Vallée: UFO disclosure could trigger complex religious, security questions
LAS VEGAS (KLAS) — A highly respected UFO investigator warns that disclosing the truth, linked to documented human injuries and national security concerns, requires a carefully crafted strategy to avoid chaos.
Jacques Vallée has been a central figure in UFO research and debate for over six decades, often finding himself at odds with UFO orthodoxy. Vallée was among the first to argue that the unknown craft, seen for centuries in our skies and oceans, may not be from other planets, but instead from other realities.
Vallée has heard the demands for an end to official secrecy many times and, at the same time, has participated in secretive efforts himself, including a UFO study launched by the Defense Intelligence Agency (DIA) in 2008, which was hidden inside a Las Vegas aerospace company.
One focus of the Advanced Aerospace Weapon System Applications Program (AAWSAP) was genuinely disturbing: the real-life health consequences for humans who come into contact with UFOs. Hundreds of serious injuries have been documented. AAWSAP investigators traveled to Brazil to obtain government files related to hundreds of Brazilians treated for injuries after being targeted by UFOs. While Vallée won’t discuss specific AAWSAP files, except for cases he provided to the database, he said those cases of UFO-related injuries were not accidental.

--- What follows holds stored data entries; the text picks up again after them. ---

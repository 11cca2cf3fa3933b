import { restoreState } from '@/lib/access/designs';
import { route } from '@/lib/http/route';
import { restoreRequest, stateParams } from '@/lib/http/v1/design-requests';

export const POST = route({
  auth: true,
  rateLimit: 'writes',
  schemas: { params: stateParams, body: restoreRequest },
  handler: ({ viewer, params, body }) =>
    restoreState(viewer, params.id, { state: params.state, revision: body.revision }),
});
export {
  takesPost as DELETE,
  takesPost as GET,
  takesPost as PATCH,
  takesPost as PUT,
} from '@/lib/http/methods';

“I can tell you that in my files… some of which I contributed to the database of, there are at least half a dozen well-documented cases where the injuries that resulted in death were deliberate,” Vallée said.
Incidents in which UFOs deliberately cause physical harm to humans are rare, according to personnel who have seen the full AAWSAP files, but they do occur. Dr. Colm Kelleher, one of the AAWSAP managers, has said, bluntly, that UFOs are bad for human health.
Could that be a reason to keep secrets?
In his most recent book, “Forbidden Science 6: Scattered Castles,” Vallée shares private exchanges with colleagues from the AAWSAP program, including Robert Bigelow, a Las Vegas billionaire. Additionally, there are conversations between and a close-knit group of scientists known as the Lonestars. The scientists, some of them former CIA contractors, accept that the U.S. government has recovered crashed vehicles of unknown origin, and that defense contractors have worked for decades to reverse engineer the technology at secretive facilities in the desert and elsewhere. They say adversary nations have done likewise, and that the race to duplicate the technology means national security is at stake.
Vallée favors transparency but worries that an official declaration could prove chaotic.
“If we want to disclose… something as simple as saying, ‘Yes, we acknowledge the phenomenon and it seems to be from space,’ we would have to… answer a hundred other questions, that this is not the end of the story,” Vallée noted. “There are religious questions… there is a religious side to all this.”
While Vallée is encouraged by the renewed interest in UFOs within Congress, mainstream media, and academia, he thinks someone needs to craft a well-planned strategy for how to unleash what would likely be the biggest news story in history.
“I think… that we should disclose with a structure,” Vallée said, adding that, “The structure hasn’t been invented yet.”